==== Records for this task ====

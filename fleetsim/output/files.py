"""Single files written all or nothing, safe file names, and CSV cells no spreadsheet runs.

:func:`atomic_text` and :func:`atomic_save` write beside the target and rename, so a reader
sees the old file or the new one, never half of one; the files get the usual permissions
(0666 less the umask), like any file the process writes directly. Every CSV fleetsim writes
goes through :func:`write_csv`, which escapes text cells a spreadsheet would read as a formula.
"""

from __future__ import annotations

import hashlib
import os
import re
import tempfile
from collections.abc import Callable
from pathlib import Path
from typing import TYPE_CHECKING, Any

from ..errors import FleetsimError

if TYPE_CHECKING:
    import pandas as pd

__all__ = [
    "PARTIAL", "atomic_text", "atomic_save", "safe_name", "SAFE_NAME_LENGTH", "inside", "escape_cell",
    "unescape_cell", "csv_frame", "unescape_frame", "write_csv",
]

PARTIAL = ".partial-"
"""Prefix of temporary files written beside their target (left over only by a killed process)."""


def _reason(exc: BaseException) -> str:
    """A one-line reason for an OS error (pyarrow's carry only a message)."""
    text = exc.strerror if isinstance(exc, OSError) and exc.strerror else str(exc) or type(exc).__name__
    return " ".join(text.split())


def _file_mode() -> int:
    """The mode a new file gets from ``open``: 0666 less the process umask."""
    mask = os.umask(0)  # reading the umask means setting it; put it straight back
    os.umask(mask)
    return 0o666 & ~mask


# ------------------------------------------------------------------------------------- files


def atomic_text(path: Path, text: str) -> None:
    """Write ``text`` to ``path`` through a flushed temporary file beside it and ``os.replace``.

    Raises FleetsimError if the folder cannot be written (the target is then unchanged).
    """
    path = Path(path)
    try:
        path.parent.mkdir(parents=True, exist_ok=True)
        handle, tmp = tempfile.mkstemp(prefix=f"{PARTIAL}{path.name}.", dir=path.parent)
    except OSError as exc:
        raise FleetsimError(f"{path.parent}: cannot write ({exc.strerror or exc})") from None
    try:
        os.chmod(tmp, _file_mode())  # mkstemp makes the file private; an output is readable like the rest
        with os.fdopen(handle, "w", encoding="utf-8") as stream:
            stream.write(text)
            stream.flush()
            os.fsync(stream.fileno())
        os.replace(tmp, path)
    except BaseException as exc:
        try:
            os.unlink(tmp)
        except OSError:
            pass
        if isinstance(exc, OSError):
            raise FleetsimError(f"{path}: cannot write ({_reason(exc)})") from None
        raise


def atomic_save(path: Path, save: Callable[[Path], object]) -> None:
    """Let ``save(tmp_path)`` write a file (e.g. a plot or Parquet), then move it to ``path``.

    The temporary file sits beside ``path``, so the move is an atomic rename. Raises
    FleetsimError for an OS error (the target is then unchanged).
    """
    path = Path(path)
    tmp = path.with_name(f"{PARTIAL}{os.getpid()}.{path.name}")
    try:
        path.parent.mkdir(parents=True, exist_ok=True)
        save(tmp)
        os.replace(tmp, path)
    except BaseException as exc:
        try:
            os.unlink(tmp)
        except OSError:
            pass
        if isinstance(exc, OSError):
            raise FleetsimError(f"{path}: cannot write ({_reason(exc)})") from None
        raise


# ------------------------------------------------------------------------- names and paths

_UNSAFE = re.compile(r"[^A-Za-z0-9._-]")
SAFE_NAME_LENGTH = 100
"""Longest file name :func:`safe_name` returns (before any extension)."""


def safe_name(text: str, taken: set[str] | None = None, limit: int = SAFE_NAME_LENGTH) -> str:
    """A file name for ``text`` made of ASCII letters, digits, ``-``, ``_`` and ``.`` only, not
    starting with a dot or a dash, at most ``limit`` characters.

    A name that had to change (or was too long) ends in ``-`` and 10 hex digits of its SHA-256,
    so two names never end up alike by accident. With ``taken`` (lower-case names already
    used in the folder) the result is also unique there, ignoring case, and is added to it.
    """
    slug = _UNSAFE.sub("_", text).lstrip(".-")
    if not slug or slug != text or len(slug) > limit:
        digest = hashlib.sha256(text.encode("utf-8", "surrogatepass")).hexdigest()[:10]
        slug = f"{slug[: limit - 11]}-{digest}" if slug else digest
    if taken is not None:
        stem, n = slug, 2
        while slug.casefold() in taken:
            slug = f"{stem[: limit - 6]}-{n}"
            n += 1
        taken.add(slug.casefold())
    return slug


def inside(root: str | Path, path: str | Path) -> Path:
    """Return ``path`` if, symbolic links resolved, it lies inside ``root``; else raise FleetsimError."""
    base, full = Path(root).resolve(), Path(path).resolve()
    if base not in full.parents:
        raise FleetsimError(f"{path}: would be written outside {root}; refused")
    return Path(path)


# ------------------------------------------------------------------------------------- CSV

_FORMULA_START = frozenset("=+-@\t\r")
"""First characters a spreadsheet reads as the start of a formula (OWASP CSV injection, common practice)."""


def escape_cell(value: Any) -> Any:
    """``value`` with a ``'`` put in front if it is text a spreadsheet would take for a formula.

    Text already starting with ``'`` gets one more, so :func:`unescape_cell` gives back the
    exact original. Anything that is not text (a negative number, say) is returned as is.
    """
    if isinstance(value, str) and value[:1] and (value[0] in _FORMULA_START or value[0] == "'"):
        return "'" + value
    return value


def unescape_cell(value: Any) -> Any:
    """The inverse of :func:`escape_cell` for a text cell read back from a fleetsim CSV."""
    if isinstance(value, str) and value.startswith("'"):
        return value[1:]
    return value


def csv_frame(frame: pd.DataFrame) -> pd.DataFrame:
    """A copy of ``frame`` whose text cells and column names are passed through :func:`escape_cell`."""
    import pandas as pd  # here, not at the top: writing single files needs no table library

    out = frame.copy()
    for position in range(out.shape[1]):
        column = out.iloc[:, position]
        if isinstance(column.dtype, pd.CategoricalDtype):
            if column.cat.categories.dtype == object:
                out.isetitem(position, column.cat.rename_categories([escape_cell(c) for c in column.cat.categories]))
        elif column.dtype == object or pd.api.types.is_string_dtype(column.dtype):
            out.isetitem(position, column.map(escape_cell))
    out.columns = [escape_cell(name) for name in out.columns]
    return out


def unescape_frame(frame: pd.DataFrame) -> pd.DataFrame:
    """The inverse of :func:`csv_frame` for a table read back with pandas (text columns as str)."""
    out = frame.copy()
    for position in range(out.shape[1]):
        if out.iloc[:, position].dtype == object:
            out.isetitem(position, out.iloc[:, position].map(unescape_cell))
    out.columns = [unescape_cell(name) for name in out.columns]
    return out


def write_csv(frame: pd.DataFrame, path: str | Path) -> None:
    """Write ``frame`` (no index) as CSV with formula-like text escaped; every CSV fleetsim writes
    goes through here. Parquet files keep the raw values."""
    csv_frame(frame).to_csv(path, index=False)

====

▸ Problem description: Look at the records above. Copy every line where the string "names" occurs.

▸ Output of the exercise:
"""Single files written all or nothing, safe file names, and CSV cells no spreadsheet runs.
# ------------------------------------------------------------------------- names and paths
    so two names never end up alike by accident. With ``taken`` (lower-case names already
    """A copy of ``frame`` whose text cells and column names are passed through :func:`escape_cell`."""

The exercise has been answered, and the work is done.